第39話
この世界の船旅は、目的地まで一直線に航海するものではなく、陸地に沿って各港に停泊しながら進むものです。
グランドールの港を離れ、北へと進路を取る連絡船の中で、フィゼルはとんでもない事に気が付いた。
「ミ……ミリィ、これ……」
二人用の船室は、ベッドが二つと小さなテーブルがあるだけの狭い部屋だった。ベッド同士は離れているものの、手を伸ばせば届く距離でしかない。
「仕方ないでしょ。二人部屋が空いてただけでも運が良かったと思わなきゃ。
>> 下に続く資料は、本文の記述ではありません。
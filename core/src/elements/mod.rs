//! The elements: symbols, names, observed ground levels.

mod ground;
mod level;
mod names;

pub use ground::{DOUBTFUL_NEUTRALS, ObservedGround, Status, observed_ground};
pub use level::{LevelSymbol, TermSymbol, read_level};
pub use names::{HEAVIEST, by_name, by_symbol, name, nearest, symbol};
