//! Ground configurations and levels of atoms and ions, from a published table.
//!
//! Source: mendeleev 1.3.0 (MIT), tables of ionisation energies and of elements; see
//! `core/data/NOTICE`. `core/data/generate.py` describes the format of the data file.

use crate::numerics::order::sort;
use std::fmt;
use std::sync::LazyLock;

use super::level::{LevelSymbol, read_level};
use super::names::by_symbol;

const DATA: &str = include_str!("../../data/ground_levels.txt");

/// The lines of the data, found once: they are looked up at every keystroke.
struct Table {
    codes: Vec<&'static str>,
    runs: Vec<&'static str>,
}

static TABLE: LazyLock<Table> = LazyLock::new(|| {
    let mut lines = DATA.lines();
    let codes = lines.next().unwrap_or("").split(' ').collect();
    Table {
        codes,
        runs: lines.collect(),
    }
});

/// Letters of ℓ that occur in ground configurations.
const LETTERS: &str = "spdf";

/// Neutral atoms whose tabulated configuration is an extrapolation that another table contradicts:
/// Ds (6d9 7s there, 6d8 7s2 in a second table) and Rg (6d10 7s, 6d9 7s2).
pub const DOUBTFUL_NEUTRALS: [u8; 2] = [110, 111];

/// How an entry of the table came about, by the table's own flags.
#[derive(Clone, Copy, Debug, PartialEq, Eq)]
pub enum Status {
    /// From measurements.
    Measured,
    /// Interpolated or fitted along a sequence.
    SemiEmpirical,
    /// Calculated.
    Theoretical,
    /// Continued from lighter elements; nothing was measured or calculated for this entry.
    Extrapolated,
}

/// `measured`, `semi-empirical`, `theoretical`, `extrapolated`.
impl fmt::Display for Status {
    fn fmt(&self, f: &mut fmt::Formatter<'_>) -> fmt::Result {
        f.write_str(match self {
            Status::Measured => "measured",
            Status::SemiEmpirical => "semi-empirical",
            Status::Theoretical => "theoretical",
            Status::Extrapolated => "extrapolated",
        })
    }
}

/// The tabulated ground state of one atom or ion.
#[derive(Clone, Debug, PartialEq, Eq)]
pub struct ObservedGround {
    /// Atomic number.
    pub z: u8,
    /// Charge.
    pub charge: i32,
    /// As the table writes it: `[Ar].3d6.4s2`.
    pub written: &'static str,
    /// Every subshell (n, ℓ, electrons), cores written out, by n, then ℓ.
    pub subshells: Vec<(u8, u8, u32)>,
    /// The level, as far as the table names it.
    pub level: LevelSymbol,
    /// How the entry came about.
    pub status: Status,
    /// The table's codes of its references.
    pub references: Vec<&'static str>,
}

impl ObservedGround {
    /// Whether the entry is an extrapolation that another table contradicts.
    pub fn is_doubtful(&self) -> bool {
        self.charge == 0 && DOUBTFUL_NEUTRALS.contains(&self.z)
    }

    /// The status in words: `measured`, …; `extrapolated, doubtful` for [`DOUBTFUL_NEUTRALS`].
    pub fn status_text(&self) -> String {
        if self.is_doubtful() {
            format!("{}, doubtful", self.status)
        } else {
            self.status.to_string()
        }
    }

    /// The source to be shown beside the entry.
    pub fn source(&self) -> String {
        if self.references.is_empty() {
            "table of elements (see Sources under Settings)".to_string()
        } else {
            format!(
                "table of ground levels, reference {} (see Sources under Settings)",
                self.references.join(", ")
            )
        }
    }
}

/// The tabulated ground configuration and level of element Z with a charge, where there is one.
///
/// Z = 1…103: every stage from the neutral atom to the one-electron ion; 104…110 some; the neutral
/// atoms up to 118 have a configuration without a level.
pub fn observed_ground(z: u8, charge: i32) -> Option<ObservedGround> {
    let electrons = i32::from(z)
        .checked_sub(charge)
        .filter(|n| (1..=i32::from(z)).contains(n))?;
    let wanted = electrons.to_string();
    // Every sequence has its four lines, so the place is known.
    let first = usize::try_from(electrons - 1).ok()?.checked_mul(4)?;
    let mut own = TABLE.runs.get(first..)?.iter();
    let mut track = |name: &str| -> Option<&'static str> {
        let mut parts = own.next()?.split('|');
        (parts.next()? == wanted && parts.next()? == name).then_some(())?;
        value_at(parts.next()?, z)
    };
    let written = track("c")?;
    let level = track("l")?;
    let status = track("s")?;
    let references = track("r")?;
    Some(ObservedGround {
        z,
        charge,
        written,
        subshells: subshells(written)?,
        level: read_level(if level == "." { "" } else { level })?,
        status: match status {
            "m" => Status::Measured,
            "s" => Status::SemiEmpirical,
            "t" => Status::Theoretical,
            _ => Status::Extrapolated,
        },
        references: references
            .split(',')
            .filter_map(|number| TABLE.codes.get(number.parse::<usize>().ok()?).copied())
            .collect(),
    })
}

/// The value of the last run that begins at or below Z.
fn value_at(runs: &'static str, z: u8) -> Option<&'static str> {
    let mut value = None;
    for run in runs.split(' ') {
        let (from, text) = run.split_once(':')?;
        if from.parse::<u8>().ok()? > z {
            break;
        }
        value = Some(text);
    }
    value.filter(|&text| text != "-")
}

/// Writes out `[Ar].3d6.4s2`; a core in brackets is the ground configuration of that neutral atom.
fn subshells(written: &str) -> Option<Vec<(u8, u8, u32)>> {
    let mut all: Vec<(u8, u8, u32)> = Vec::new();
    for word in written.split('.') {
        if let Some(core) = word.strip_prefix('[') {
            let z = by_symbol(core.strip_suffix(']')?)?;
            all.extend(observed_ground(z, 0)?.subshells);
        } else {
            let letter = word.find(|c: char| c.is_ascii_alphabetic())?;
            let n = word.get(..letter)?.parse().ok()?;
            let l = u8::try_from(LETTERS.find(word.get(letter..letter + 1)?)?).ok()?;
            let electrons = match word.get(letter + 1..)? {
                "" => 1,
                digits => digits.parse().ok()?,
            };
            all.push((n, l, electrons));
        }
    }
    sort(&mut all);
    Some(all)
}

#[cfg(test)]
mod tests {
    use super::*;

    #[test]
    fn iron_is_found_with_its_source() {
        let iron = observed_ground(26, 0).unwrap();
        assert_eq!(iron.written, "[Ar].3d6.4s2");
        assert_eq!(iron.subshells.iter().map(|s| s.2).sum::<u32>(), 26);
        assert_eq!(iron.level.term.unwrap().to_string(), "5D");
        assert_eq!(iron.level.j.unwrap().to_string(), "4");
        assert_eq!(iron.status, Status::Measured);
        assert!(
            iron.source()
                .starts_with("table of ground levels, reference ")
        );
    }

    #[test]
    fn what_is_not_tabulated_is_absent() {
        assert_eq!(observed_ground(26, 26), None);
        assert_eq!(observed_ground(26, -1), None);
        assert_eq!(observed_ground(0, 0), None);
        assert_eq!(observed_ground(119, 0), None);
        assert_eq!(observed_ground(118, 3), None);
        assert_eq!(observed_ground(26, i32::MIN), None);
    }

    #[test]
    fn extrapolations_say_so() {
        assert_eq!(
            observed_ground(110, 0).unwrap().status_text(),
            "extrapolated, doubtful"
        );
        assert_eq!(
            observed_ground(118, 0).unwrap().status_text(),
            "extrapolated"
        );
    }
}
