fn closed(first: &Block) -> Vec<Working> {
    let mut steps = Vec::new();
    let level = first.dirac.as_ref().and_then(|dirac| dirac.levels.first());
    let orbital = first.orbitals.first();
    let (Some(level), Some(orbital)) = (level, orbital) else {
        return steps;
    };
    let charge = || name("Z");
    let square = |of: Formula| sup(of, number(2));
    let defect = |kappa: Formula| row([name("n"), operator("−"), kappa]);
    let shape = |strength: Formula, below: Formula| {
        row([
            square(name("c")),
            operator("{"),
            sup(
                row([
                    operator("["),
                    number(1),
                    operator("+"),
                    square(row([
                        operator("("),
                        fraction(strength, below),
                        operator(")"),
                    ])),
                    operator("]"),
                ]),
                row([operator("−"), fraction(number(1), number(2))]),
            ),
            operator("−"),
            number(1),
            operator("}"),
        ])
    };
    let formula = row([
        name("E"),
        operator("="),
        shape(row([charge(), name("α")]), defect(name("δ"))),
        operator(","),
        name("δ"),
        operator("="),
        name("j"),
        operator("+"),
        fraction(number(1), number(2)),
        operator("−"),
        root(row([
            square(row([
                operator("("),
                name("j"),
                operator("+"),
                fraction(number(1), number(2)),
                operator(")"),
            ])),
            operator("−"),
            square(row([operator("("), charge(), name("α"), operator(")")])),
        ])),
    ]);
    let size = level.j.value() + 0.5;
    let strength = f64::from(first.nucleus.charge) * FINE_STRUCTURE.value;
    let delta = size - (size * size - strength * strength).sqrt();
    let numbers = shape(
        number(strength),
        row([number(orbital.n), operator("−"), number(delta)]),
    );
    steps.push(
        Working::new(
            "Dirac's level",
            formula,
            "A. Sommerfeld, Ann. Phys. 356, 1 (1916); W. Gordon, Z. Phys. 48, 11 (1928); recoil in energy_finite_mass: Barker & Glover, Phys. Rev. 99, 317 (1955)",
        )
        .numbers(
            numbers,
            Rich::new()
                .number(level.energy, Some("hartree"), Kind::Computed)
                .say(format!(" for {}", level.label)),
        ),
    );
    steps.push(
        Working::new(
            "Mean radius",
            row([
                operator("⟨"),
                name("r"),
                operator("⟩"),
                operator("="),
                fraction(
                    row([
                        number(3),
                        square(name("n")),
                        operator("−"),
                        name("ℓ"),
                        operator("("),
                        name("ℓ"),
                        operator("+"),
                        number(1),
                        operator(")"),
                    ]),
                    row([number(2), charge()]),
                ),
            ]),
            "Bethe & Salpeter, Quantum Mechanics of One- and Two-Electron Atoms (1957), sect. 3; the functions are those without relativity",
        )
        .numbers(
            fraction(
                row([
                    number(3),
                    operator("×"),
                    square(number(orbital.n)),
                    operator("−"),
                    number(u32::from(orbital.l) * (u32::from(orbital.l) + 1)),
                ]),
                row([number(2), operator("×"), number(first.nucleus.charge)]),
            ),
            Rich::new()
                .number(orbital.r, Some("a0"), kind(first))
                .say(format!(" for {}", orbital.label)),
        ),
    );
    steps
}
一応衝立もあるし」
「で、でも……」
こんな狭い部屋で女の子と一緒に数日過ごすとなると、意識するなという方が無理な相談だ。
「あー、もう! 変に意識しないでよっ! 私は気にしないから、あなたも気にしないで!」
ミリィだって実は同年代の男と同じ部屋に寝泊まりすることに抵抗が無いわけではない。だからといってフィゼルを廊下に放り出すわけにもいかなかった。
「今日はもう疲れたから寝るわ。話は明日にしましょう」
二つのベッドの間に衝立を立てかけると、ミリィはさっさとベッドに潜り込んだ。
仕方なくフィゼルも隣のベッドで横になるが、とても眠れる状態ではなかった。ミリィ同様、牢屋で眠れぬまま一夜を明かし、さらには王都の地下水路で化け物と戦って身体は疲れ切っているはずなのに、眼が冴えてしまっている。
この薄い衝立一枚の向こうでミリィが寝ているのだと思うと、今までにないほど心臓が暴れまわった。
それでも長い時間をかけて心を落ち着かせると、ようやく眠気を催し、フィゼルの意識はうとうとと混濁してきた。
(結局、ミリィに謝ってなかったな……)
一昨夜の王都でのことを謝るはずだったのに、その後色々な事があり過ぎてタイミングを逸してしまった。
「ミリィ……ごめん」
朦朧とする意識の中で、フィゼルは衝立に向かって言った。ミリィはもう眠ってしまっている。当然返事は返ってこなかった。
フィゼルは眠りに落ちた――はずだった。
突然がばっと飛び上るように上体を起こすと、額に汗を浮かべながら肩で息をする。
(なん……だったんだ、さっきの感じ……?)
何か、もの凄く恐ろしい夢を見たような気がした。いや、果たしてあれは夢だったのだろうか。さっきまで本当に寝ていたのかどうかもフィゼルには分らなかった。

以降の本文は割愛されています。